**EXERCISE BRIEF**
Each record must appear in the answer exactly as given.

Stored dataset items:
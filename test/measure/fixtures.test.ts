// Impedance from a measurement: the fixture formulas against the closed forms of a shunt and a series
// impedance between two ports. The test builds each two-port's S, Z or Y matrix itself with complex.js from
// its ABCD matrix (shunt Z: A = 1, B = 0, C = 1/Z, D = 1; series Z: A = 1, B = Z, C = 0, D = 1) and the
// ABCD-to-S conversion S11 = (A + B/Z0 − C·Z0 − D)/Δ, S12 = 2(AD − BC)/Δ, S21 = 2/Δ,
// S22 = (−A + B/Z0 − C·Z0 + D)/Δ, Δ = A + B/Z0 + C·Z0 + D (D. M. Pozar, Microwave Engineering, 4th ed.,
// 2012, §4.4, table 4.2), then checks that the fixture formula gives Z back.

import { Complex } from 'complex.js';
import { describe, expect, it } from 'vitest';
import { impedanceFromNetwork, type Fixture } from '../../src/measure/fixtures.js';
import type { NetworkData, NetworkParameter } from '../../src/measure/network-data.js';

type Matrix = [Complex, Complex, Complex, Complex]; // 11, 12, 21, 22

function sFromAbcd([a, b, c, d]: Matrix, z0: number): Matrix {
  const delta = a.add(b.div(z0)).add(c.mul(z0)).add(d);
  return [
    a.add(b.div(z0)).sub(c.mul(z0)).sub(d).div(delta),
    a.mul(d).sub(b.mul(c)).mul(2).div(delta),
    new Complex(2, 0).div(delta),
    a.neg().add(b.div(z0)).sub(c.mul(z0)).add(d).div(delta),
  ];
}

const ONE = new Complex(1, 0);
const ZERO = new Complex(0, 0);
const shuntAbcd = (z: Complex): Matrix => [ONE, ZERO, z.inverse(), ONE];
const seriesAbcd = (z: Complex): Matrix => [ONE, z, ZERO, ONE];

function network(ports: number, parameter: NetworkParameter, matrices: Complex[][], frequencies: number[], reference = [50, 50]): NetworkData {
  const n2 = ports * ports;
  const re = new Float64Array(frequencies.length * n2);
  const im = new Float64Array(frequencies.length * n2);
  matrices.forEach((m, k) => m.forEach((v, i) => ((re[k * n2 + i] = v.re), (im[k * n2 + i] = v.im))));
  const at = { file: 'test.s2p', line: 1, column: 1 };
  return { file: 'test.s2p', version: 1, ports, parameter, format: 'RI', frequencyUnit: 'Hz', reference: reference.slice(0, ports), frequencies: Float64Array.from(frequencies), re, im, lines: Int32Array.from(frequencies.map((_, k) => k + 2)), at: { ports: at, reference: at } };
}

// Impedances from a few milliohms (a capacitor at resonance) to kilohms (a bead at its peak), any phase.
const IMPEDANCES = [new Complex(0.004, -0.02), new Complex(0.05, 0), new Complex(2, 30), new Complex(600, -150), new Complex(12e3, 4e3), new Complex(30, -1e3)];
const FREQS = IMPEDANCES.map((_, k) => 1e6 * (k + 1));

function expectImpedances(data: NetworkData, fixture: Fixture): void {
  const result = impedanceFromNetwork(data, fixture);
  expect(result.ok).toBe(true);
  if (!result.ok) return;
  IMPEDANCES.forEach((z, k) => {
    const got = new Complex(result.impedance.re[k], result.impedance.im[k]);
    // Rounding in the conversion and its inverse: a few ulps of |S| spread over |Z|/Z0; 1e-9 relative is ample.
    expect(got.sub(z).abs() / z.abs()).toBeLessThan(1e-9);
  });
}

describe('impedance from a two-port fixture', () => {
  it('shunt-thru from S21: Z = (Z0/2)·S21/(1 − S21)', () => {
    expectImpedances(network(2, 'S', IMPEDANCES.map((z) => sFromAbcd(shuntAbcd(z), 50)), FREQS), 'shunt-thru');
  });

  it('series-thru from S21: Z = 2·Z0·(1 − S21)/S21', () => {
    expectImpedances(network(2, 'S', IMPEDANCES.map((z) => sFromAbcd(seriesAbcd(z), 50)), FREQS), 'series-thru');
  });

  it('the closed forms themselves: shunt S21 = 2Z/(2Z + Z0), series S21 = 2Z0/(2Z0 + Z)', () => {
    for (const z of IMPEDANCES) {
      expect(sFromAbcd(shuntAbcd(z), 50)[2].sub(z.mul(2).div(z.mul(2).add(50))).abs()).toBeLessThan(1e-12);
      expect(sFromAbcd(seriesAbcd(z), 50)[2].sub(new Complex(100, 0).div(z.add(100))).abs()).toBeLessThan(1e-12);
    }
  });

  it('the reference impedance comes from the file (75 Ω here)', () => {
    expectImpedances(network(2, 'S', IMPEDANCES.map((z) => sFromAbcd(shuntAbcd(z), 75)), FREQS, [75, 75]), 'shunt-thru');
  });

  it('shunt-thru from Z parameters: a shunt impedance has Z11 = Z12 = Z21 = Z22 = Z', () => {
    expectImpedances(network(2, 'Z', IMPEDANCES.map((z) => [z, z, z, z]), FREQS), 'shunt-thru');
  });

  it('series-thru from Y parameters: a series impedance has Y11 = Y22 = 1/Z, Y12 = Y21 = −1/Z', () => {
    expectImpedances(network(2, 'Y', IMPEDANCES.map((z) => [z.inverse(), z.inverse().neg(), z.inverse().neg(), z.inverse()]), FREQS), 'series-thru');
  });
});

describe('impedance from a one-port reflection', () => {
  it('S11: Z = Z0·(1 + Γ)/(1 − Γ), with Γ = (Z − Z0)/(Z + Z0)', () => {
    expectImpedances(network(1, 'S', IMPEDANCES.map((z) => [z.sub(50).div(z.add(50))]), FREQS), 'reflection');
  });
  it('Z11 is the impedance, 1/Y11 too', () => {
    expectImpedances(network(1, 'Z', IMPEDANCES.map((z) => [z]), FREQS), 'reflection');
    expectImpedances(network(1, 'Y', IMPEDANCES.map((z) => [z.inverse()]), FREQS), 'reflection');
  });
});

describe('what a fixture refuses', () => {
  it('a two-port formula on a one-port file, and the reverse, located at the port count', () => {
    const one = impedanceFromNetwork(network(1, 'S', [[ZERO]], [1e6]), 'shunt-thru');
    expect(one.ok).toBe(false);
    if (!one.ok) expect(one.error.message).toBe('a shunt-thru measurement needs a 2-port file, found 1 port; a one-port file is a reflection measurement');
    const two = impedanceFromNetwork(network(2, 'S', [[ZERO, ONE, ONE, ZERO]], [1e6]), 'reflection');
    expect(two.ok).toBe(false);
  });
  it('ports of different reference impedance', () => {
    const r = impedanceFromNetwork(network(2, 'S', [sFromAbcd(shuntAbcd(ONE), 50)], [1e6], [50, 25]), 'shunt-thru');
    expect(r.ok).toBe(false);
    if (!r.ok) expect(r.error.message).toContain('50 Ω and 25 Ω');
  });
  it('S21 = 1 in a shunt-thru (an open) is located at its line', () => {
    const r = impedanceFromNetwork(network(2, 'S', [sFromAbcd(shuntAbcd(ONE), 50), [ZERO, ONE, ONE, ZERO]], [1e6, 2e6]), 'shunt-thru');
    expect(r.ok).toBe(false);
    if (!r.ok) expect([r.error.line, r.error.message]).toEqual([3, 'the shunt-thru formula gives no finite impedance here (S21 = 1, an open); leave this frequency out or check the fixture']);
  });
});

**EXERCISE SOLUTION**
filename test/measure/fixtures.test.ts
// Impedance from a measurement: the fixture formulas against the closed forms of a shunt and a series
// impedance between two ports. The test builds each two-port's S, Z or Y matrix itself with complex.js from
// its ABCD matrix (shunt Z: A = 1, B = 0, C = 1/Z, D = 1; series Z: A = 1, B = Z, C = 0, D = 1) and the
// ABCD-to-S conversion S11 = (A + B/Z0 − C·Z0 − D)/Δ, S12 = 2(AD − BC)/Δ, S21 = 2/Δ,
// S22 = (−A + B/Z0 − C·Z0 + D)/Δ, Δ = A + B/Z0 + C·Z0 + D (D. M. Pozar, Microwave Engineering, 4th ed.,
// 2012, §4.4, table 4.2), then checks that the fixture formula gives Z back.

import { Complex } from 'complex.js';
import { describe, expect, it } from 'vitest';
import { impedanceFromNetwork, type Fixture } from '../../src/measure/fixtures.js';
import type { NetworkData, NetworkParameter } from '../../src/measure/network-data.js';

type Matrix = [Complex, Complex, Complex, Complex]; // 11, 12, 21, 22

function sFromAbcd([a, b, c, d]: Matrix, z0: number): Matrix {
  const delta = a.add(b.div(z0)).add(c.mul(z0)).add(d);
  return [
    a.add(b.div(z0)).sub(c.mul(z0)).sub(d).div(delta),
    a.mul(d).sub(b.mul(c)).mul(2).div(delta),
    new Complex(2, 0).div(delta),
    a.neg().add(b.div(z0)).sub(c.mul(z0)).add(d).div(delta),
  ];
}

const ONE = new Complex(1, 0);
const ZERO = new Complex(0, 0);
const shuntAbcd = (z: Complex): Matrix => [ONE, ZERO, z.inverse(), ONE];
const seriesAbcd = (z: Complex): Matrix => [ONE, z, ZERO, ONE];

function network(ports: number, parameter: NetworkParameter, matrices: Complex[][], frequencies: number[], reference = [50, 50]): NetworkData {
  const n2 = ports * ports;
  const re = new Float64Array(frequencies.length * n2);
  const im = new Float64Array(frequencies.length * n2);
  matrices.forEach((m, k) => m.forEach((v, i) => ((re[k * n2 + i] = v.re), (im[k * n2 + i] = v.im))));
  const at = { file: 'test.s2p', line: 1, column: 1 };
  return { file: 'test.s2p', version: 1, ports, parameter, format: 'RI', frequencyUnit: 'Hz', reference: reference.slice(0, ports), frequencies: Float64Array.from(frequencies), re, im, lines: Int32Array.from(frequencies.map((_, k) => k + 2)), at: { ports: at, reference: at } };
}

// Impedances from a few milliohms (a capacitor at resonance) to kilohms (a bead at its peak), any phase.
const IMPEDANCES = [new Complex(0.004, -0.02), new Complex(0.05, 0), new Complex(2, 30), new Complex(600, -150), new Complex(12e3, 4e3), new Complex(30, -1e3)];
const FREQS = IMPEDANCES.map((_, k) => 1e6 * (k + 1));

function expectImpedances(data: NetworkData, fixture: Fixture): void {
  const result = impedanceFromNetwork(data, fixture);
  expect(result.ok).toBe(true);
  if (!result.ok) return;
  IMPEDANCES.forEach((z, k) => {
    const got = new Complex(result.impedance.re[k], result.impedance.im[k]);
    // Rounding in the conversion and its inverse: a few ulps of |S| spread over |Z|/Z0; 1e-9 relative is ample.
    expect(got.sub(z).abs() / z.abs()).toBeLessThan(1e-9);
  });
}

describe('impedance from a two-port fixture', () => {
  it('shunt-thru from S21: Z = (Z0/2)·S21/(1 − S21)', () => {
    expectImpedances(network(2, 'S', IMPEDANCES.map((z) => sFromAbcd(shuntAbcd(z), 50)), FREQS), 'shunt-thru');
  });

  it('series-thru from S21: Z = 2·Z0·(1 − S21)/S21', () => {
    expectImpedances(network(2, 'S', IMPEDANCES.map((z) => sFromAbcd(seriesAbcd(z), 50)), FREQS), 'series-thru');
  });

  it('the closed forms themselves: shunt S21 = 2Z/(2Z + Z0), series S21 = 2Z0/(2Z0 + Z)', () => {
    for (const z of IMPEDANCES) {
      expect(sFromAbcd(shuntAbcd(z), 50)[2].sub(z.mul(2).div(z.mul(2).add(50))).abs()).toBeLessThan(1e-12);
      expect(sFromAbcd(seriesAbcd(z), 50)[2].sub(new Complex(100, 0).div(z.add(100))).abs()).toBeLessThan(1e-12);
    }
  });

  it('the reference impedance comes from the file (75 Ω here)', () => {
    expectImpedances(network(2, 'S', IMPEDANCES.map((z) => sFromAbcd(shuntAbcd(z), 75)), FREQS, [75, 75]), 'shunt-thru');
  });

  it('shunt-thru from Z parameters: a shunt impedance has Z11 = Z12 = Z21 = Z22 = Z', () => {
    expectImpedances(network(2, 'Z', IMPEDANCES.map((z) => [z, z, z, z]), FREQS), 'shunt-thru');
  });

  it('series-thru from Y parameters: a series impedance has Y11 = Y22 = 1/Z, Y12 = Y21 = −1/Z', () => {
    expectImpedances(network(2, 'Y', IMPEDANCES.map((z) => [z.inverse(), z.inverse().neg(), z.inverse().neg(), z.inverse()]), FREQS), 'series-thru');
  });
});

describe('impedance from a one-port reflection', () => {
  it('S11: Z = Z0·(1 + Γ)/(1 − Γ), with Γ = (Z − Z0)/(Z + Z0)', () => {
    expectImpedances(network(1, 'S', IMPEDANCES.map((z) => [z.sub(50).div(z.add(50))]), FREQS), 'reflection');
  });
  it('Z11 is the impedance, 1/Y11 too', () => {
    expectImpedances(network(1, 'Z', IMPEDANCES.map((z) => [z]), FREQS), 'reflection');
    expectImpedances(network(1, 'Y', IMPEDANCES.map((z) => [z.inverse()]), FREQS), 'reflection');
  });
});

describe('what a fixture refuses', () => {
  it('a two-port formula on a one-port file, and the reverse, located at the port count', () => {
    const one = impedanceFromNetwork(network(1, 'S', [[ZERO]], [1e6]), 'shunt-thru');
    expect(one.ok).toBe(false);
    if (!one.ok) expect(one.error.message).toBe('a shunt-thru measurement needs a 2-port file, found 1 port; a one-port file is a reflection measurement');
    const two = impedanceFromNetwork(network(2, 'S', [[ZERO, ONE, ONE, ZERO]], [1e6]), 'reflection');
    expect(two.ok).toBe(false);
  });
  it('ports of different reference impedance', () => {
    const r = impedanceFromNetwork(network(2, 'S', [sFromAbcd(shuntAbcd(ONE), 50)], [1e6], [50, 25]), 'shunt-thru');
    expect(r.ok).toBe(false);
    if (!r.ok) expect(r.error.message).toContain('50 Ω and 25 Ω');
  });
  it('S21 = 1 in a shunt-thru (an open) is located at its line', () => {
    const r = impedanceFromNetwork(network(2, 'S', [sFromAbcd(shuntAbcd(ONE), 50), [ZERO, ONE, ONE, ZERO]], [1e6, 2e6]), 'shunt-thru');
    expect(r.ok).toBe(false);
    if (!r.ok) expect([r.error.line, r.error.message]).toEqual([3, 'the shunt-thru formula gives no finite impedance here (S21 = 1, an open); leave this frequency out or check the fixture']);
  });
});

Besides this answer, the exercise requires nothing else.